Information supplied:
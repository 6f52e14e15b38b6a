import { generateKeyPairSync, sign as signBytes } from 'node:crypto'
import { rawPublicKey } from '../../server/ledger/crypto.ts'
import type { LedgerKey } from '../../shared/ledger/checkpoint.ts'
import type { Sign } from '../../shared/ledger/hash.ts'

/** A fresh Ed25519 key for tests. */
export function testKey(name = 'test.example/ledger'): { key: LedgerKey; sign: Sign } {
  const { privateKey } = generateKeyPairSync('ed25519')
  return {
    key: { name, publicKey: Uint8Array.from(rawPublicKey(privateKey)) },
    sign: (bytes) => signBytes(null, bytes, privateKey),
  }
}

export const hex = (text: string): Uint8Array => Buffer.from(text, 'hex')
export const utf8 = (text: string): Uint8Array => new TextEncoder().encode(text)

Exercise instructions: Each line in the listing that contains "export" should be returned.

Answer area:
export function testKey(name = 'test.example/ledger'): { key: LedgerKey; sign: Sign } {
export const hex = (text: string): Uint8Array => Buffer.from(text, 'hex')
export const utf8 = (text: string): Uint8Array => new TextEncoder().encode(text)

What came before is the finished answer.